◆ **AIM OF THE EXERCISE**:
Wherever the word "Most" turns up in a line of the entries, copy that line.

◆ **RECORDS TO USE**:
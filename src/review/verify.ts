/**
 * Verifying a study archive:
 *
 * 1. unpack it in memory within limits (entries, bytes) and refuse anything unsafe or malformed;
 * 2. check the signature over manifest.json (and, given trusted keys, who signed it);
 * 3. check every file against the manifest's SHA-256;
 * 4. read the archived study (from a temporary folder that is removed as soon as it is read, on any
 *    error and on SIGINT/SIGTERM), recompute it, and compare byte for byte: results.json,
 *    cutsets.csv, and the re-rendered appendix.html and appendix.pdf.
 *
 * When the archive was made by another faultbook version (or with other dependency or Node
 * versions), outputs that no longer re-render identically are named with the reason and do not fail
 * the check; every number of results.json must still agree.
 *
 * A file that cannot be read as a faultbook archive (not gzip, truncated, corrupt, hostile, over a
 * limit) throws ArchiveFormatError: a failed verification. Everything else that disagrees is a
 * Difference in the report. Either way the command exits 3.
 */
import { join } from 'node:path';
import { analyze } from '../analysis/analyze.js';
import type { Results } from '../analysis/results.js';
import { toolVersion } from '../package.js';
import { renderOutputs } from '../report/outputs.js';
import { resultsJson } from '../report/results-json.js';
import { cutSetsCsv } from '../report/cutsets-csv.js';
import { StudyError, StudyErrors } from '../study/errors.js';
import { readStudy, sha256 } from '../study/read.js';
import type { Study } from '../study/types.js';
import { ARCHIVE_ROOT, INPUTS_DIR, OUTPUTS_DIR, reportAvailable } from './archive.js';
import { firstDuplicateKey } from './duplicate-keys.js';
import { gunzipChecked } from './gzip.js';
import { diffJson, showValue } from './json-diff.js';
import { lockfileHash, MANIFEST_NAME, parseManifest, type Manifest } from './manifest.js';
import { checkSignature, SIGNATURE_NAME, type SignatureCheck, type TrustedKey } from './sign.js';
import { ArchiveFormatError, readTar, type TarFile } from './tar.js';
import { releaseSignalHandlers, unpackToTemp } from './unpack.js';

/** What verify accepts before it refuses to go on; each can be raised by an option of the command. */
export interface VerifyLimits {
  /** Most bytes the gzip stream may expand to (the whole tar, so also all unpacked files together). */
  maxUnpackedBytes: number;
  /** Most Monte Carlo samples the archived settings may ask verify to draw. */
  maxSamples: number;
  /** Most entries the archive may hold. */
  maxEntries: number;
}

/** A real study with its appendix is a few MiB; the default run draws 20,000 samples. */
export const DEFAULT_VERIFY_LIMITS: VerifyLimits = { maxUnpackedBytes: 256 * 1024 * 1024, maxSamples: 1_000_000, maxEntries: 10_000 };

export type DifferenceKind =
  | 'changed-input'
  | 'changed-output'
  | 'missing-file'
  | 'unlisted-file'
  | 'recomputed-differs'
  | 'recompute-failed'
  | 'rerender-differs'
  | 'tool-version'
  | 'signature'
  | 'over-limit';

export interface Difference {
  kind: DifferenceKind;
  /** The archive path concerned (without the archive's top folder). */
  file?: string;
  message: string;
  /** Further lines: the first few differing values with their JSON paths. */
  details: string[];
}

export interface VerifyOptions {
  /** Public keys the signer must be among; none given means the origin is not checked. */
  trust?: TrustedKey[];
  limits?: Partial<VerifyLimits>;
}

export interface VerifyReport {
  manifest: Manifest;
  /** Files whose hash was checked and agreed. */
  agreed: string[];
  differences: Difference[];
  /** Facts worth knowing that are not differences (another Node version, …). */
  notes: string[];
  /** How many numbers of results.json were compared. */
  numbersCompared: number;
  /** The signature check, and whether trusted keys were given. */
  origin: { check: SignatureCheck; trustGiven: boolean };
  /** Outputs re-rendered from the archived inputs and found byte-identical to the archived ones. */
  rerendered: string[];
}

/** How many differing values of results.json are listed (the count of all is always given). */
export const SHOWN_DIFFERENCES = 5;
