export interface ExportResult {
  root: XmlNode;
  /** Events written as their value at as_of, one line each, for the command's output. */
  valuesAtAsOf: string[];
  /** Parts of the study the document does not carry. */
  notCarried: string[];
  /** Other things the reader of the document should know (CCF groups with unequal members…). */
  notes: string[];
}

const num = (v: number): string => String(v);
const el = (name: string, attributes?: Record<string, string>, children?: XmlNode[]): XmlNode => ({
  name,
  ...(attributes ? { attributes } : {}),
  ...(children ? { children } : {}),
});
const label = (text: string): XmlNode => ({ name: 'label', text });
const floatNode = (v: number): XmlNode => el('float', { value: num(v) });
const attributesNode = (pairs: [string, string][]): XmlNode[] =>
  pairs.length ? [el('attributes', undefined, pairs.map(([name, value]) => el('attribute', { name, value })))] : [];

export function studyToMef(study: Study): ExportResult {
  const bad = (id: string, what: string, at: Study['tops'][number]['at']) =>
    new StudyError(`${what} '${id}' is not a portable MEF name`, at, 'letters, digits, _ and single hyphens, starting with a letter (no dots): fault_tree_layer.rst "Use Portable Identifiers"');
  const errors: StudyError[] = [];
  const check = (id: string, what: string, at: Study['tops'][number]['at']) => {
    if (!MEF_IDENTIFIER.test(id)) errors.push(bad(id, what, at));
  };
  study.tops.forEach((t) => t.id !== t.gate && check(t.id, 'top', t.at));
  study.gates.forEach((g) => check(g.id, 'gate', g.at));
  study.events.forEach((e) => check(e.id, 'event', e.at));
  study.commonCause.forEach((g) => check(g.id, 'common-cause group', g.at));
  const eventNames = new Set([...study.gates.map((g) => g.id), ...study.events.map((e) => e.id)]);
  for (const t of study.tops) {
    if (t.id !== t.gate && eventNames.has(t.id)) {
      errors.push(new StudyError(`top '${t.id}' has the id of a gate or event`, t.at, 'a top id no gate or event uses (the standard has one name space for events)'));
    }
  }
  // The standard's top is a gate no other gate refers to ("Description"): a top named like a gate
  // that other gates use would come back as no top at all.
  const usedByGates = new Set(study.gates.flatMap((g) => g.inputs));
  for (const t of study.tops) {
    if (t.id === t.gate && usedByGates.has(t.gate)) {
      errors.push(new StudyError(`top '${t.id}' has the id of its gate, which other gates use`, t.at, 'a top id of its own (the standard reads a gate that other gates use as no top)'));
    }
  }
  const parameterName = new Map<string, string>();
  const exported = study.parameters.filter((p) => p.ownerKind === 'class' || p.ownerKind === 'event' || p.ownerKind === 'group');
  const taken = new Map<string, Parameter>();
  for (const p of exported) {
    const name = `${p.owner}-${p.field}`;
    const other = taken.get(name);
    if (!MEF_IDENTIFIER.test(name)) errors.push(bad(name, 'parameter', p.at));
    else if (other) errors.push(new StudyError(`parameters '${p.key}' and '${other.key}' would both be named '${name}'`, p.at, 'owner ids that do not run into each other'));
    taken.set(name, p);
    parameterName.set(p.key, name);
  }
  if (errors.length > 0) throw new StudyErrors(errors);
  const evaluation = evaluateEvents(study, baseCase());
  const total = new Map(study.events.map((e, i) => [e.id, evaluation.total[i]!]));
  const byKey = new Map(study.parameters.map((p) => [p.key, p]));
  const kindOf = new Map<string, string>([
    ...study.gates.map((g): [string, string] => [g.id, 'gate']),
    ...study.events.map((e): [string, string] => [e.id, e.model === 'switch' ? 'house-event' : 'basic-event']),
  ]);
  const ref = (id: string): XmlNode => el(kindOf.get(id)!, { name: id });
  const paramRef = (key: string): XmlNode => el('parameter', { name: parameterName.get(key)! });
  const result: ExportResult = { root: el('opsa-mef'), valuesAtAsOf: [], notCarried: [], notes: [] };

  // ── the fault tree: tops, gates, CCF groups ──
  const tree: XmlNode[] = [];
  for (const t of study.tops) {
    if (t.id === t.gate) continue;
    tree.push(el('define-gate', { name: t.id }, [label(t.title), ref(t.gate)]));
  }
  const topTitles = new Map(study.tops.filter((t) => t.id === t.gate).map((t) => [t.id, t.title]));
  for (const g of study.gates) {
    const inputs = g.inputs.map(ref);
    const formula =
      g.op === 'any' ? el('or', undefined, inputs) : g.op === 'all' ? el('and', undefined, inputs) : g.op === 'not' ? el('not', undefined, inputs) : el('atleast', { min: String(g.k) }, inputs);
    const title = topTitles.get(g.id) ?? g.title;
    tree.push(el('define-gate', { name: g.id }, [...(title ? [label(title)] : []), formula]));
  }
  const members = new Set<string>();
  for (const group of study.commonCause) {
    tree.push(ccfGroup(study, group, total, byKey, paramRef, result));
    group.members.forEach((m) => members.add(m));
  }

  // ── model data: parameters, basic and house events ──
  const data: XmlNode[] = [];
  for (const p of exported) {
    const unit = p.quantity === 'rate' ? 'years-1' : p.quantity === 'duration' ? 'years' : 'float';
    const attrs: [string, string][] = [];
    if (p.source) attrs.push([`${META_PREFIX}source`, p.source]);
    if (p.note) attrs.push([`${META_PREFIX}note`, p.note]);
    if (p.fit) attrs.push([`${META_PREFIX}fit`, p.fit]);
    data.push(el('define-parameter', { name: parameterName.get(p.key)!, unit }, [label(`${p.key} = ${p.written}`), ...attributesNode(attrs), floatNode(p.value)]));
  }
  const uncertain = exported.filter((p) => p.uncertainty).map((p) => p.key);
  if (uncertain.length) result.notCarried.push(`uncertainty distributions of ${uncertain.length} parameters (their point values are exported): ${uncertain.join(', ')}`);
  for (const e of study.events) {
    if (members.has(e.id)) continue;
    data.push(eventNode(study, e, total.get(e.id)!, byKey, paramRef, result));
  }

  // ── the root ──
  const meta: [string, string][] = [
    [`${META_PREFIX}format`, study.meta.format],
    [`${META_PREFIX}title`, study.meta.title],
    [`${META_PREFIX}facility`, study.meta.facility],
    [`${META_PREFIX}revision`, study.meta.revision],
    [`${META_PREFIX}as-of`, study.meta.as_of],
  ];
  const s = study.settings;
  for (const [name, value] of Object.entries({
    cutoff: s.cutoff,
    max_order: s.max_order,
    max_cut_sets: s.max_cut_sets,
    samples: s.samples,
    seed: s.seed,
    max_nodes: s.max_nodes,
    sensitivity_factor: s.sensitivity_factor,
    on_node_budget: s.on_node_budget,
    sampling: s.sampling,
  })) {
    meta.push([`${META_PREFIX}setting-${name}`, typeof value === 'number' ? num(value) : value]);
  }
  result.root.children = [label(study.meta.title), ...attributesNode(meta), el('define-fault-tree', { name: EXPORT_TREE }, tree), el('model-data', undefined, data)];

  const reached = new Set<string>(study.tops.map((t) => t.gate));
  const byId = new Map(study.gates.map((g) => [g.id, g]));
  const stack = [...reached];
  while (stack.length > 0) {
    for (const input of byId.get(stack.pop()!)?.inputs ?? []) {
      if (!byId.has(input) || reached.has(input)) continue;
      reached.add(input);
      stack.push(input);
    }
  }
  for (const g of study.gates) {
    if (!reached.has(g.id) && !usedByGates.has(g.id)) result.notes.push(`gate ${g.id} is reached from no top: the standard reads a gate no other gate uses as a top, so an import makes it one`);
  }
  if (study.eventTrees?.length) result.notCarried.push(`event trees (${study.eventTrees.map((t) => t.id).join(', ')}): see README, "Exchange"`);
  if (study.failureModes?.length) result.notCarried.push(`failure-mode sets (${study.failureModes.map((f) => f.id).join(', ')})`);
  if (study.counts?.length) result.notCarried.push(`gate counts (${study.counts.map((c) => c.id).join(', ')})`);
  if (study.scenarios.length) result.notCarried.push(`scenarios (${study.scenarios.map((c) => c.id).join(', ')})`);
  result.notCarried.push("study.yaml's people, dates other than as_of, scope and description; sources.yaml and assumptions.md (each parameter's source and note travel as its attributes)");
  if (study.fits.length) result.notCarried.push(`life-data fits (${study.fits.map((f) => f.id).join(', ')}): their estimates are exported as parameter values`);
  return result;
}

◆ **FINISHED EXERCISE**:
  /** Most bytes the gzip stream may expand to (the whole tar, so also all unpacked files together). */
  /** Most Monte Carlo samples the archived settings may ask verify to draw. */
  /** Most entries the archive may hold. */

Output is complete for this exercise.